Research Article: The biosynthetic pathway to ossamycin, a macrocyclic polyketide bearing a spiroacetal moiety

Date Published: April 30, 2019

Publisher: Public Library of Science

Author(s): Oksana Bilyk, Markiyan Samborskyy, Peter F. Leadlay, Marie-Joelle Virolle.


Ossamycin from Streptomyces hygroscopicus var. ossamyceticus is an antifungal and cytotoxic polyketide and a potent inhibitor of the mitochondrial ATPase. Analysis of a near-complete genome sequence of the ossamycin producer has allowed the identification of the 127-kbp ossamycin biosynthetic gene cluster. The presence in the cluster of a specific crotonyl-CoA carboxylase/reductase homologue suggests that the 5-methylhexanoate extension unit used in construction of the macrocyclic core is incorporated intact from the unusual precursor isobutyrylmalonyl-CoA. Surprisingly, the modular polyketide synthase uses only 14 extension modules to accomplish 15 cycles of polyketide chain extension, a rare example of programmed iteration on a modular polyketide synthase. Specific deletion of genes encoding cytochrome P450 enzymes has given insight into the late-stage tailoring of the ossamycin macrocycle required for the attachment of the unusual 2,3,4,6-deoxyaminohexose sugar l-ossamine to C-8 of the ossamycin macrocycle. The ossamycin cluster also encodes a putative spirocyclase enzyme, OssO, which may play a role in establishing the characteristic spiroketal moiety of the natural product.

Partial Text

Ossamycin from Streptomyces hygroscopicus var. ossamyceticus is a cytotoxic polyketide first reported in 1965 [1]. It is one of a family of 22- to 26-membered macrocyclic polyketides whose structural hallmark is a 6,6-spiroacetal (1,7-dioxaspiro[5,5]-undecanyl) moiety welded to one side of the macrocycle (Fig 1). The best-known and most widely-studied of these compounds are the 26-membered oligomycins/rutamycins [2], potent inhibitors of the mitochondrial F1F0-ATPase [3]. Various other macrocyclic polyketides related to the oligomycins/rutamycins have been isolated (Fig 1) by screening for antifungal, immunosuppressive or cytotoxic bioactivity, including for example the 24-membered dunaimycins [4], and the 22-membered cytovaricin [5], A82548A (also known as yokonolide B) [6], yokonolide A [7], phthoramycin [8], ushikulides A and B [9] and kaimonolide A [10], all produced by Streptomyces spp. and many of them by different strains of S. diastatochromogenes. The chemical structures of these compounds have been established by detailed NMR analysis. Also, assignment of relative and absolute stereochemistry at the multiple stereocentres has been achieved for representative compounds through single-crystal X-ray crystallography and elegant total synthesis [6, 11–14]. This has disclosed the striking structural consistency between the compounds of Fig 1. Even more remarkably, comparison [11,13] of the X-ray crystal structures of cytovaricin and rutamycin A has shown that, despite the differences in ring size and in substituents, their aglycones are superimposable. Consistent with this, cytovaricin and ossamycin act as selective cytotoxic agents through inhibition of the Fo component of F1F0-ATPases, the known target of oligomycin [15].
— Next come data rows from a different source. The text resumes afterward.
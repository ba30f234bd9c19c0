"""Result objects of identification: a verdict per family, its ranked candidates and their systems.

They stay objects until the edge; ``to_dict()`` gives the ``--json`` form (numbers rounded,
non-finite ones as None).
"""

from __future__ import annotations

import math
from dataclasses import dataclass, field
from typing import Any, Sequence

import numpy as np

from tracefit.crystal.indices import restate_label
from tracefit.matching.candidates import plane_key

__all__ = ["SystemChoice", "ModeShare", "Candidate", "FamilyIdentification", "identifications_to_json", "format_plane"]


def _r(x, nd: int = 4):
    """Rounded float for JSON; None for None, nan and inf."""
    if x is None:
        return None
    x = float(x)
    return round(x, nd) if math.isfinite(x) else None


def format_plane(plane: Sequence) -> str:
    """Plane indices as text in the project's one notation (:func:`tracefit.crystal.format_index`).

    Parameters
    ----------
    plane : sequence of int
        Three Miller or four Miller-Bravais indices, as stored on a candidate.

    Returns
    -------
    str
        E.g. ``(11-1)``; space separated when an index has two digits.

    Examples
    --------
    >>> format_plane((1, 1, -1)), format_plane((1, 0, -1, 2))
    ('(11-1)', '(10-12)')
    """
    from tracefit.crystal import format_index

    return format_index(tuple(int(x) for x in plane), "plane")


@dataclass(frozen=True)
class SystemChoice:
    """One system on a candidate plane, with its Schmid factor (or resolved shear) under the load.

    Immutable: without a load the same choices serve every grain of a candidate set.

    Attributes
    ----------
    direction : tuple of int
        Shear direction indices.
    schmid_factor : float or None
        Schmid factor under a uniaxial load (signed for twins: > 0 in the twinning sense);
        None without a load or under a stress tensor.
    resolved_shear : float or None
        Resolved shear stress under a stress tensor (the tensor's unit).
    name : str or None
        Catalogue name of the system.
    active_sense : bool
        Twins: False when the load shears them against their twinning sense.
    crss : float or None
        The CRSS the user gave for this system (unit of the stress, MPa).
    exceeds_crss : bool or None
        Under a stress with a CRSS: ``resolved_shear >= crss``; None otherwise.

    Examples
    --------
    >>> SystemChoice((0, 1, -1), 0.40824).to_dict()
    {'direction': [0, 1, -1], 'schmid_factor': 0.4082}
    >>> SystemChoice((0, 1, -1), None, 42.0, crss=40.0, exceeds_crss=True).to_dict()["exceeds_crss"]
    True
    """

    direction: tuple
    schmid_factor: float | None
    resolved_shear: float | None = None
    name: str | None = None
    active_sense: bool = True
    crss: float | None = None
    exceeds_crss: bool | None = None

    def to_dict(self) -> dict:
        """JSON form: direction, Schmid factor (4 decimals); resolved shear (MPa), CRSS and the
        CRSS check, and the name, when known."""
        d = {"direction": list(self.direction), "schmid_factor": _r(self.schmid_factor)}
        if self.resolved_shear is not None:
            d["resolved_shear"] = _r(self.resolved_shear)
        if self.crss is not None:
            d["crss"] = _r(self.crss)
            d["exceeds_crss"] = None if self.exceeds_crss is None else bool(self.exceeds_crss)
        if self.name:
            d["name"] = self.name
        return d


@dataclass
class ModeShare:
    """One mode (slip or twin) on a candidate plane: its share of the plane's probability.

    The likelihood of a trace is the same for every mode on one plane, so the share is the
    split of the prior on that plane: the system-family prior, times the Schmid prior when it
    is on (which also holds the twin polarity: a twin sheared against its sense gets the floor).

    Attributes
    ----------
    mode : {"slip", "twin"}
    family : str
        Plane family of the mode's systems.
    share : float
        Fraction of the plane's probability, in [0, 1]; the shares of a plane sum to 1.
    probability : float
        ``share`` times the plane's probability.
    best_system : SystemChoice or None
        The most loaded system of this mode (None without a load, or a twin sheared the wrong way).
    systems : list of SystemChoice
        The mode's systems on the plane, most loaded first.

    Examples
    --------
    >>> ModeShare("twin", "{111}", 0.5, 0.48).to_dict()["share"]
    0.5
    """

    mode: str
    family: str
    share: float
    probability: float
    best_system: SystemChoice | None = None
    systems: list[SystemChoice] = field(default_factory=list)

    def to_dict(self) -> dict:
        """JSON form (share and probability to 6 decimals)."""
        return {
            "mode": self.mode,
            "family": restate_label(self.family),
            "share": _r(self.share, 6),
            "probability": _r(self.probability, 6),
            "best_system": None if self.best_system is None else self.best_system.to_dict(),
            "systems": [s.to_dict() for s in self.systems],
        }


@dataclass
class Candidate:
    """One candidate plane for an observed family, with the split between the modes on it.

    The headline is the plane: ``probability`` is summed over the modes (and systems) on the
    plane; ``mode``, ``best_system`` and ``systems`` are those of its most probable mode, and
    ``modes`` gives the split (:class:`ModeShare`).

    Attributes
    ----------
    plane : tuple of int
        Plane indices.
    family, mode : str
        Plane family (``"{111}"``) and ``"slip"`` or ``"twin"``.
    predicted_deg : float
        Predicted image-frame trace angle, degrees.
    residual_deg : float
        Observed - predicted, axial degrees.
    probability : float
        Posterior probability that the family is the trace of this plane (all modes).
    sigma_deg : float
        Total spread used in the likelihood, degrees.
    predicted_sigma_deg : float
        Spread of the predicted trace from the orientation (and tilt), degrees.
    inclination_deg : float
        Angle between plane and surface, degrees.
    best_system : SystemChoice or None
        The most loaded system on the plane (None without a load, or a twin sheared the wrong way).
    systems : list of SystemChoice
        All systems on the plane, most loaded first.
    near_surface : bool
        The plane lies within ``tracefit.predict.NEAR_SURFACE_DEG`` of the surface (ill-defined trace).
    log_likelihood : float
        Log (prior x likelihood) of the family under this plane (all modes), per degree.
    modes : list of ModeShare
        The modes on the plane, most probable first (empty when built by hand).

    Examples
    --------
    >>> c = Candidate((1, 1, 1), "{111}", "slip", 110.1, 0.1, 0.97, 1.3, 1.2, 37.9)
    >>> c.to_dict()["probability"], c.to_dict()["near_surface"]
    (0.97, False)
    """

    plane: tuple
    family: str
    mode: str
    predicted_deg: float
    residual_deg: float
    probability: float
    sigma_deg: float
    predicted_sigma_deg: float
    inclination_deg: float
    best_system: SystemChoice | None = None
    systems: list[SystemChoice] = field(default_factory=list)
    near_surface: bool = False
    log_likelihood: float = float("nan")
    modes: list[ModeShare] = field(default_factory=list)

    def to_dict(self) -> dict:
        """JSON form (probability to 6 decimals, angles to 4); ``modes`` holds the split."""
        return {
            "plane": list(self.plane),
            "family": restate_label(self.family),
            "mode": self.mode,
            "predicted_deg": _r(self.predicted_deg),
            "residual_deg": _r(self.residual_deg),
            "probability": _r(self.probability, 6),
            "best_system": None if self.best_system is None else self.best_system.to_dict(),
            "sigma_deg": _r(self.sigma_deg),
            "predicted_sigma_deg": _r(self.predicted_sigma_deg),
            "inclination_deg": _r(self.inclination_deg),
            "near_surface": bool(self.near_surface),
            "systems": [s.to_dict() for s in self.systems],
            "modes": [m.to_dict() for m in self.modes],
        }


@dataclass
class FamilyIdentification:
    """The verdict for one observed family: ranked candidates, "none of these", ambiguity.

    Attributes
    ----------
    angle_deg, angle_sigma_deg : float
        The observed family's angle and sigma, degrees.
    grain, source, label :
        As the :class:`tracefit.matching.ObservedFamily`.
    unexplained : bool
        "None of these" (or a surface artefact) has probability >= 0.5.
    ambiguous : bool
        A second distinct plane has at least ``ambiguity_ratio`` of the best plane's probability.
    p_none : float
        Posterior probability of "none of these".
    candidates : list of Candidate
        Candidates above the report threshold, most probable first.
    separation : list of str
        Plain-language criteria that would separate the listed candidates.
    notes : list of str
        Plain-language remarks (unexplained, near-surface planes, ...).
    p_artefact : float
        Posterior probability of a map-level surface artefact (:mod:`tracefit.matching.artefacts`).
    unexplained_reason : str or None
        Why the family is unexplained.
    artefact_angle_deg : float or None
        Angle of the surface-artefact direction the family sits on.
    nearest : list of dict
        The three planes whose predicted traces lie nearest the observed angle, whatever their
        probability: ``plane``, ``family``, ``mode``, ``predicted_deg``, ``residual_deg``,
        ``n_sigma`` (the residual in units of its total sigma).
    margin : float or None
        The best plane's probability over the runner-up plane's (None with fewer than two).
    boundary_continuation : float or None
        Carried from the observed family.

    Examples
    --------
    >>> r = FamilyIdentification(30.0, 0.5, None, "measured", None, True, False, 0.9, [])
    >>> r.best is None, r.to_dict()["unexplained_reason"]
    (True, 'no candidate fits')
    """

    angle_deg: float
    angle_sigma_deg: float
    grain: Any
    source: str
    label: str | None
    unexplained: bool
    ambiguous: bool
    p_none: float
    candidates: list[Candidate]
    separation: list[str] = field(default_factory=list)
    notes: list[str] = field(default_factory=list)
    # Map-level surface-artefact hypothesis (tracefit.matching.artefacts); set after construction so that
    # subclasses keep their positional arguments.
    p_artefact: float = field(default=0.0, init=False)
    unexplained_reason: str | None = field(default=None, init=False)
    artefact_angle_deg: float | None = field(default=None, init=False)
    boundary_continuation: float | None = field(default=None, init=False)
    # the nearest predicted traces whatever their probability (a typo in the orientation and a
    # scratch look alike until one sees how far the nearest plane is), and the best plane's margin
    nearest: list = field(default_factory=list, init=False)
    margin: float | None = field(default=None, init=False)

    @property
    def best(self) -> Candidate | None:
        """Most probable candidate (None when there is none above the report threshold)."""
        return self.candidates[0] if self.candidates else None

    @property
    def planes(self) -> list[tuple]:
        """Distinct planes in the candidate set, most probable first."""
        seen, out = set(), []
        for c in self.candidates:
            k = plane_key(c.plane)
            if k not in seen:
                seen.add(k)
                out.append(c.plane)
        return out

    def to_dict(self) -> dict:
        """JSON form of the verdict (the ``families`` entries of ``tracefit identify --json``)."""
        g = self.grain
        if isinstance(g, np.integer):
            g = int(g)
        return {
            "angle_deg": _r(self.angle_deg),
            "grain": g,
            "unexplained": bool(self.unexplained),
            "ambiguous": bool(self.ambiguous),
            "candidates": [c.to_dict() for c in self.candidates],
            "angle_sigma_deg": _r(self.angle_sigma_deg),
            "source": self.source,
            "label": self.label,
            "p_none": _r(self.p_none, 6),
            "separation": list(self.separation),
            "notes": list(self.notes),
            "p_artefact": _r(self.p_artefact, 6),
            "unexplained_reason": (self.unexplained_reason or "no candidate fits") if self.unexplained else None,
            "artefact_angle_deg": _r(self.artefact_angle_deg, 3),
            "boundary_continuation": _r(self.boundary_continuation, 3),
            "nearest": [dict(n) for n in self.nearest],
            "margin": _r(self.margin, 4),
        }


def identifications_to_json(results: Sequence[FamilyIdentification], **extra: Any) -> dict:
    """The ``--json`` object of ``tracefit identify``: ``{"families": [...], **extra}``.

    Parameters
    ----------
    results : sequence of FamilyIdentification
    **extra
        Further top-level entries (they override ``families`` if so named).

    Returns
    -------
    dict

    Examples
    --------
    >>> r = FamilyIdentification(30.0, 0.5, None, "measured", None, True, False, 0.9, [])
    >>> d = identifications_to_json([r], lattice="fcc")
    >>> sorted(d), d["families"][0]["p_none"]
    (['families', 'lattice'], 0.9)
    """
    d = {"families": [r.to_dict() for r in results]}
    d.update(extra)
    return d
Apart from the oligomycin biosynthetic gene cluster [62] the genes and enzymes for biosynthesis of 22- to 26-membered macrocyclic polyketides bearing a spiroacetal moiety have remained unexplored. We have now identified the biosynthetic gene cluster for ossamycin biosynthesis in the whole-genome sequence of S. hygroscopicus var. ossamyceticus Bioinformatic analysis of the cluster strongly suggests that programmed iteration of a specific extension module on the modular PKSs is required to furnish the 24-membered macrocycle of ossamycin. Such exceptions to the co-linearity rule are rare and offer insight into a possible mechanism for evolution of modular polyketide megasynthases. It is tempting to suggest that the ossamycin PKS evolved from an assembly-line catalysing production of a 22-membered macrocycle (Fig 1) by local mutation within the PKS, allowing a freshly-elongated intermediate to reacylate the KS domain and undergo a second identical cycle of chain extension. It will be of considerable interest to sequence and compare the PKS genes for a naturally-occurring 22-membered macrocyclic polyketide.